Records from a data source
/---
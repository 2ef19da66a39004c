"""A history's elements as replay frames, decoded once each, in the worker processes that analyze them.

Decoding (reading a file, parsing text, converting units) does not depend on the order of the
elements: :class:`HistoryFrames` reads element ``i`` the same in any process, so with ``--workers`` > 1
each worker decodes an element and analyzes it (:mod:`rotorwatch.replaypool`); the alarm logic runs in
the replaying process, in time order, exactly as the daemon runs it. :func:`decoded` decodes alone (the
benchmark's figure for the decoding's share).

The rate of every element is checked here: all elements at one rate (mixed rates are an error), and that
rate equal to ``acquisition.sample_rate_hz`` unless the history allows analyzing at the data's rate.
"""

from __future__ import annotations

import multiprocessing
from collections import deque
from collections.abc import Iterator
from dataclasses import dataclass
from typing import Any

from ..errors import InputError
from ..replay import Frame
from .decode import Decoded
from .readers import History

_worker_history: History | None = None


def _init(history: History) -> None:
    global _worker_history
    _worker_history = history


def _decode(i: int) -> Decoded:
    assert _worker_history is not None
    return _worker_history.decode(i)


class RateCheck:
    """Every element at one rate, and that rate the configuration's unless the data's rate is allowed."""

    def __init__(self, history: History, config_rate_hz: float):
        self.history = history
        self.config_rate_hz = float(config_rate_hz)
        self.fs_hz: float | None = None
        self.first: str = ""
        self.n_columns: int | None = None
        self.columns_from: str = ""

    def __call__(self, name: str, d: Decoded | ElementMeta) -> None:
        if d.n_columns is not None:
            if self.n_columns is None:
                self.n_columns, self.columns_from = d.n_columns, name
            elif d.n_columns != self.n_columns:
                raise InputError(f"{name}: has {d.n_columns} column(s) where {self.columns_from} has {self.n_columns}")
        if d.fs_hz is None:
            return
        if self.fs_hz is None:
            if abs(d.fs_hz - self.config_rate_hz) > 1e-6 * self.config_rate_hz and not self.history.spec.data_rate:
                raise InputError(
                    f"{name}: sampled at {d.fs_hz:g} Hz, the configuration's acquisition.sample_rate_hz is "
                    f"{self.config_rate_hz:g} Hz: resample the history, correct the configuration, or give "
                    f"--data-rate to analyze at the data's rate")
            self.fs_hz, self.first = d.fs_hz, name
        elif abs(d.fs_hz - self.fs_hz) > 1e-9 * self.fs_hz:
            raise InputError(f"{name}: sampled at {d.fs_hz:g} Hz where {self.first} is at {self.fs_hz:g} Hz: "
                             "a history has one rate (mixed rates)")


def decoded(history: History, workers: int = 1) -> Iterator[tuple[int, Decoded]]:
    """``(index, decoded element)`` in time order; with ``workers`` > 1 decoded in worker processes."""
    n = len(history.elements)
    if workers <= 1 or n < 2:
        for i in range(n):
            yield i, history.decode(i)
        return
    ctx = multiprocessing.get_context("fork" if "fork" in multiprocessing.get_all_start_methods() else "spawn")
    with ctx.Pool(workers, initializer=_init, initargs=(history,)) as pool:
        pending: deque[tuple[int, Any]] = deque()
        nxt = 0
        while nxt < n and len(pending) < 2 * workers:
            pending.append((nxt, pool.apply_async(_decode, (nxt,))))
            nxt += 1
        while pending:
            i, job = pending.popleft()
            if nxt < n:
                pending.append((nxt, pool.apply_async(_decode, (nxt,))))
                nxt += 1
            yield i, job.get()


@dataclass(frozen=True)
class ElementMeta:
    """What the checks across elements need of a decoded element (its samples travel in the frame)."""

    name: str
    fs_hz: float | None
    n_columns: int | None


class HistoryFrames:
    """A history's elements as replay frames by index (a :class:`~rotorwatch.replaypool.FrameSource`):
    elapsed seconds from its first element, volts per point. Decoding is the same in any process; the
    checks across elements (one rate, one column count) run in time order in the replaying process.
    Element 0 is decoded when opened, to learn the rate the history is analyzed at (:attr:`fs_hz`)."""

    def __init__(self, history: History, config_rate_hz: float, check: RateCheck | None = None):
        self.history = history
        self.rate_check = check or RateCheck(history, config_rate_hz)
        t0 = history.start_unix_s
        self.elapsed_s = [e.time_s - t0 for e in history.elements]
        self._first = self._decode(0)
        self.check(0, self._first[1])
        self.fs_hz = self.rate_check.fs_hz or float(config_rate_hz)

    def _decode(self, i: int) -> tuple[Frame, ElementMeta]:
        d = self.history.decode(i)
        frame = Frame(self.elapsed_s[i], d.blocks_v if d.fs_hz is not None else {}, d.rpm)
        return frame, ElementMeta(self.history.elements[i].name, d.fs_hz, d.n_columns)

    def frame(self, i: int) -> tuple[Frame, ElementMeta]:
        if i == 0 and self._first is not None:
            return self._first
        return self._decode(i)

    def usable(self, meta: ElementMeta) -> bool:
        return meta.fs_hz is None or abs(meta.fs_hz - self.fs_hz) <= 1e-9 * self.fs_hz

    def check(self, i: int, meta: ElementMeta) -> None:
        self.rate_check(meta.name, meta)  # element 0 again: the same answer

    def __getstate__(self) -> dict:
        return {**self.__dict__, "_first": None}  # a worker decodes element 0 again if it needs it
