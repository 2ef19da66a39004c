"""MQTT discovery configs: topic layout of the open discovery convention, unique ids, and templates that
point at fields the daemon's real state payloads have."""

from __future__ import annotations

import json
import re

import pytest

from rotorwatch.alarms.records import STATES
from rotorwatch.publishers.mqtt import discovery, payloads
from rotorwatch.publishers.mqtt.topics import Topics

from . import helpers

# <discovery_prefix>/<component>/<node_id>/<object_id>/config, ids of [a-zA-Z0-9_-] (the convention)
TOPIC = re.compile(r"^homeassistant/(sensor|binary_sensor)/([A-Za-z0-9_-]+)/([A-Za-z0-9_-]+)/config$")
FIELD = re.compile(r"value_json\.([a-z_]+(?:\.[a-z_]+)*)")


@pytest.fixture()
def config():
    return helpers.demo_config()


def messages(config):
    return [(t, json.loads(p)) for t, p in discovery.discovery_messages(config, "rotorwatch")]


def test_topics_follow_the_convention_and_ids_are_unique(config):
    msgs = messages(config)
    # per machine: state + speed; per point: state, overall, zone, attention, sensor fault
    assert len(msgs) == 2 + 5 * len(config.machines[0].points)
    for topic, body in msgs:
        m = TOPIC.match(topic)
        assert m, topic
        assert m.group(2) == "rotorwatch_halden-ef3"
        assert body["unique_id"].endswith(m.group(3))
    ids = [b["unique_id"] for _, b in msgs]
    assert len(set(ids)) == len(ids)


def test_entities_read_the_daemons_topics(config):
    topics = Topics("rotorwatch", config.site.agent_id)
    for _, body in messages(config):
        assert body["availability_topic"] == topics.availability
        assert body["payload_available"] == "online" and body["payload_not_available"] == "offline"
        assert body["state_topic"] in {topics.machine_state("ef3"), topics.point_state("ef3", "de-h"),
                                       topics.point_state("ef3", "nde-h")}
        assert body["device"]["identifiers"] == ["rotorwatch_halden-ef3_ef3"]
        if body.get("device_class") == "enum":
            assert body["options"] == list(STATES)


def _walk(payload: dict, path: str):
    node = payload
    for key in path.split("."):
        assert isinstance(node, dict) and key in node, f"payload has no {path!r}"
        node = node[key]
    return node


def test_templates_name_fields_the_real_payloads_have(config):
    update, _ = helpers.machine_update(config, 1_767_225_600.0, fault=0.8)
    machine = config.machines[0]
    bodies = {Topics("rotorwatch", config.site.agent_id).machine_state("ef3"):
              payloads.machine_state_payload(update, config.site.agent_id, machine)}
    for pid, pu in update.points.items():
        bodies[Topics("rotorwatch", config.site.agent_id).point_state("ef3", pid)] = \
            json.loads(payloads.encode(payloads.point_state_payload(update, pu, config.site.agent_id, machine)))
    seen = {}
    for _, body in messages(config):
        fields = FIELD.findall(body["value_template"])
        assert fields, body["value_template"]
        for path in fields:
            seen[(body["name"], path)] = _walk(bodies[body["state_topic"]], path)
    de = "fan drive-end bearing, horizontal"
    assert seen[(f"{de} state", "state")] == "alarm"
    assert seen[(f"{de} overall velocity", "overall.velocity_mm_s")] == pytest.approx(
        update.points["de-h"].result.overall_velocity_mm_s, rel=1e-5)
    assert seen[(f"{de} ISO zone", "overall.iso_zone")] == update.points["de-h"].result.iso_zone
    assert seen[(f"{de} sensor fault", "sensor.ok")] is True
    assert seen[("shaft speed", "rpm")] == 1482.0


def test_removal_clears_the_same_topics(config):
    shown = [t for t, _ in discovery.discovery_messages(config, "rotorwatch", "hub")]
    gone = discovery.removal_messages(config, "rotorwatch", "hub")
    assert [t for t, _ in gone] == shown and all(p == b"" for _, p in gone)
    assert all(t.startswith("hub/") for t in shown)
\---
WHAT YOU NEED TO DO> Your answer should be the lines of the records that include the word "InputError".

RESPONSE BELOW>
from ..errors import InputError
                raise InputError(f"{name}: has {d.n_columns} column(s) where {self.columns_from} has {self.n_columns}")
                raise InputError(
            raise InputError(f"{name}: sampled at {d.fs_hz:g} Hz where {self.first} is at {self.fs_hz:g} Hz: "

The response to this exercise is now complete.